Initial Degradation Issues in AEMWE and the Importance of Catalyst/Ionomer Binding

Abstract

With the recent development of highly alkaline stable anion exchange membranes (AEMs) and ionomers (AEIs), anion exchange membrane water electrolyzer (AEMWE) has garnered attention due to its ability to achieve high hydrogen production rate at a low cost. The performance of AEMWE is determined by the anode catalyst layer, which can be made up of either a mixture of metal nanoparticles and polymer binders or a single metal. Although the integral metal has high mechanical properties, its performance is limited due to low electrochemical surface area and difficulties in mixing with binders, which makes it unsuitable for use in pure water. Catalyst layers made up of a combination of metal nanoparticles and polymeric binders can achieve high performance with a large surface area, but they often have low durability due to detachment of the anode catalyst layer from the porous transport layer substrate during water electrolysis.
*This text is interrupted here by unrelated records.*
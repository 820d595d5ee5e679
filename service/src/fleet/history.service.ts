import { BadRequestException, Injectable } from '@nestjs/common';
import { InjectDataSource } from '@nestjs/typeorm';
import { Between, type DataSource } from 'typeorm';
import { patternFrequency } from '../control/pole-placement.js';
import type { DriftDecision } from '../drift/drift-chart.js';
import { IndicatorHour, IndicatorMinute, IndicatorSecond } from '../indicators/indicator-rollup.entity.js';
import { indicatorsOf } from '../indicators/indicators.js';
import { PlantEstimateRow } from '../indicators/plant-estimate.entity.js';
import { pageOf, type Page } from '../page.js';
import { estimateDto } from './axes.service.js';
import type { Axis } from './axis.entity.js';
import type {
  ChartPointDto,
  HistoricEstimateDto,
  IndicatorPointDto,
  IndicatorQuery,
  SpanQuery,
  TuningRevisionDto,
} from './dto/history.dto.js';
import { TuningRevision } from './tuning-revision.entity.js';

const ROLLUPS = { second: IndicatorSecond, minute: IndicatorMinute, hour: IndicatorHour };
const DAY = 86_400;
const HOUR = 3_600;

/** What an axis did and was, by time. */
@Injectable()
export class HistoryService {
  constructor(@InjectDataSource() private readonly dataSource: DataSource) {}

  /** Estimates from oldest to newest. */
  async estimates(axis: Axis, query: SpanQuery): Promise<Page<HistoricEstimateDto>> {
    const { from, to } = span(query, DAY);
    const rows = await this.dataSource.getRepository(PlantEstimateRow).find({
      where: { axisId: axis.id, t: Between(from, to) },
      order: { t: 'ASC' },
      take: query.limit + 1,
    });
    return pageOf(rows, query.limit, cursorAfter, ({ t, estimate, chart }) => ({
      ...estimateDto(estimate, t),
      chart: chart && { gain: chartPoint(chart.gain), pole: chartPoint(chart.pole) },
    }));
  }

  /** Indicators per second, minute or hour, from oldest to newest. */
  async indicators(axis: Axis, query: IndicatorQuery): Promise<Page<IndicatorPointDto>> {
    const { from, to } = span(query, HOUR);
    const rows = await this.dataSource.getRepository<IndicatorSecond>(ROLLUPS[query.resolution]).find({
      where: { axisId: axis.id, t: Between(from, to) },
      order: { t: 'ASC' },
      take: query.limit + 1,
    });
    return pageOf(rows, query.limit, cursorAfter, (row) => ({
      at: new Date(row.t * 1000),
      ...indicatorsOf(row),
      samples: row.samples,
    }));
  }

  /** Tuning revisions, newest first. */
  async tunings(axis: Axis): Promise<TuningRevisionDto[]> {
    const rows = await this.dataSource
      .getRepository(TuningRevision)
      .find({ where: { axisId: axis.id }, order: { revision: 'DESC' } });
    return rows.map((row) => ({
      revision: row.revision,
      current: row.revision === axis.revision,
      structure: row.structure,
      pattern: row.pattern,
      lambda: row.pattern && patternFrequency(row.pattern),
      feedForward: row.feedForward,
      gains: row.gains,
      plant: row.plant && { gain: row.plant.gain, pole: row.plant.pole },
      source: row.source,
      proposalId: row.proposalId,
      appliedAt: row.appliedAt,
      appliedBy: row.appliedBy,
      note: row.note,
    }));
  }
}

const chartPoint = ({ ewma, lowerLimit, upperLimit, cusumShare, state }: DriftDecision): ChartPointDto => ({
  ewma: ewma ?? 1,
  low: lowerLimit,
  high: upperLimit,
  cusumShare,
  state,
});

/** A cursor is the time of the last row given, in s: the next page starts after it. */
const cursorAfter = ({ t }: { t: number }): string => String(t);

function span({ from, to, cursor }: SpanQuery, reach: number): { from: number; to: number } {
  const end = (to ?? new Date()).getTime() / 1000;
  let start = from ? from.getTime() / 1000 : end - reach;
  if (start > end)
    throw new BadRequestException({ errors: [{ path: 'from', message: 'must not be after to' }] });
  if (cursor !== undefined) {
    const after = Number(cursor);
    if (!Number.isFinite(after))
      throw new BadRequestException({ errors: [{ path: 'cursor', message: 'is none that this list gave' }] });
    start = after + 1e-6;
  }
  return { from: start, to: end };
}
To prevent this, the anode catalyst layer must have high physical stiffness and it can be achieved by the strong bonding between the metal nanoparticles and the ionomer binder. This presentation investigates the phenomenon of initial performance degradation in AEMWE with an anode catalyst layer composed of metal nanoparticles, highlights the significance of the physical stiffness of the anode catalyst layer, and proposes that the issue can be resolved by introducing a polymer binder with high adhesion between the metal nanoparticles and the ionomer binder.